____ Input data
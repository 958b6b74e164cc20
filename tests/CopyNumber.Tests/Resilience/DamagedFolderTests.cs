using CopyNumber.Storage;
using CopyNumber.Tests.Cli;
using CopyNumber.Tests.Storage;
using static CopyNumber.Tests.Resilience.RunFolders;

namespace CopyNumber.Tests.Resilience;

/// <summary>
/// Run folders that were edited or mixed with another run's files (issue 10, fault 13): each is refused
/// with exit 2 and a message that says what does not fit, never read against the wrong grid, never an
/// internal error, never a hang. The expected behaviour is the project's own rule (README's exit codes).
/// </summary>
public class DamagedFolderTests
{
    private static string Run(ScratchFolder scratch, string name, string every, params string[] extra)
    {
        var folder = scratch.File(name);
        var run = CliRun.Of(["simulate", WriteModel(scratch), "--until", "2", "--every", every, "--replicates", "128", "--seed", "1", "--no-contrast", "--out", folder, .. extra]);
        Assert.Equal(0, run.ExitCode);
        return folder;
    }

    /// <summary>Removes the manifest's checksums, as a folder of an earlier version has none.</summary>
    private static void WithoutChecksums(string folder)
    {
        var path = Path.Combine(folder, RunFiles.Manifest);
        var manifest = System.Text.Json.Nodes.JsonNode.Parse(File.ReadAllText(path))!.AsObject();
        Assert.True(manifest.Remove(ManifestFields.Files), "the manifest records no checksums to remove");
        File.WriteAllText(path, manifest.ToJsonString());
    }

    [Fact]
    public void A_distributions_table_copied_from_a_run_on_another_grid_is_refused_by_contrast()
    {
        using var scratch = new ScratchFolder();
        var fine = Run(scratch, "fine", "0.5");
        var coarse = Run(scratch, "coarse", "1");
        // Its times 0, 1, 2 all lie on the fine grid, so only the provenance can tell (before: exit 0 and
        // verdicts drawn from the coarse run's distributions at the fine run's times).
        File.Copy(Path.Combine(coarse, RunFiles.Distributions), Path.Combine(fine, RunFiles.Distributions), overwrite: true);
        var contrast = CliRun.Of("contrast", fine);
        // The table's checksum no longer matches the manifest's record of it.
        Assert.Equal(2, contrast.ExitCode);
        Assert.Contains(RunFiles.Distributions, contrast.Error);
        Assert.Contains("changed or damaged after it was written", contrast.Error);
        AssertNoStackTrace(contrast);

        // A folder without checksums (as earlier versions wrote them) is refused by the tables' own provenance.
        WithoutChecksums(fine);
        contrast = CliRun.Of("contrast", fine);
        Assert.Equal(2, contrast.ExitCode);
        Assert.Contains("do not belong together", contrast.Error);
        Assert.Contains("every 1", contrast.Error);
        AssertNoStackTrace(contrast);
    }

    [Fact]
    public void A_distributions_table_with_times_the_moments_lack_is_refused_by_name()
    {
        using var scratch = new ScratchFolder();
        var coarse = Run(scratch, "coarse", "1");
        var fine = Run(scratch, "fine", "0.5");
        // Before: "The given key '0.5' was not present in the dictionary.", exit 1.
        File.Copy(Path.Combine(fine, RunFiles.Distributions), Path.Combine(coarse, RunFiles.Distributions), overwrite: true);
        WithoutChecksums(coarse);
        var contrast = CliRun.Of("contrast", coarse);
        Assert.Equal(2, contrast.ExitCode);
        Assert.Contains("do not belong together", contrast.Error);
        Assert.DoesNotContain("given key", contrast.Error);
        AssertNoStackTrace(contrast);
    }

    [Fact]
    public void A_shard_whose_manifest_names_blocks_far_outside_the_run_is_refused_at_once()
    {
        using var scratch = new ScratchFolder();
        var first = Run(scratch, "first", "0.5", "--shard", "1/2");
        var second = Run(scratch, "second", "0.5", "--shard", "2/2");
        var manifest = Path.Combine(first, RunFiles.Manifest);
        // Before: the range was expanded block by block (a hang), or the block arithmetic overflowed.
        File.WriteAllText(manifest, File.ReadAllText(manifest).Replace("\"finished_blocks\": \"0\"", "\"finished_blocks\": \"0-9223372036854775806\""));
        Assert.Contains("9223372036854775806", File.ReadAllText(manifest));
        var merge = CliRun.Of("merge", first, second, "--out", scratch.File("merged"));
        Assert.Equal(2, merge.ExitCode);
        Assert.Contains("names a block outside the run's 2 blocks", merge.Error);
        AssertNoStackTrace(merge);
    }

    [Fact]
    public void A_manifest_field_of_the_wrong_kind_is_named_in_our_words()
    {
        using var scratch = new ScratchFolder();
        var first = Run(scratch, "first", "0.5", "--shard", "1/2");
        var second = Run(scratch, "second", "0.5", "--shard", "2/2");
        var manifest = Path.Combine(first, RunFiles.Manifest);
        File.WriteAllText(manifest, "{\"replicates_finished\": \"many\"}");
        var merge = CliRun.Of("merge", first, second, "--out", scratch.File("merged"));
        Assert.Equal(2, merge.ExitCode);
        Assert.Contains("the field 'replicates_finished'", merge.Error);
        // Before: "The JSON value could not be converted to System.Int64. Path: $.replicates_finished | …".
        Assert.DoesNotContain("System.", merge.Error);
        AssertNoStackTrace(merge);
    }
}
________
**What is expected**:
Answer with a single number: the count of lines in the entries that hold the word "ReadAllText".

**Response to this task**:
3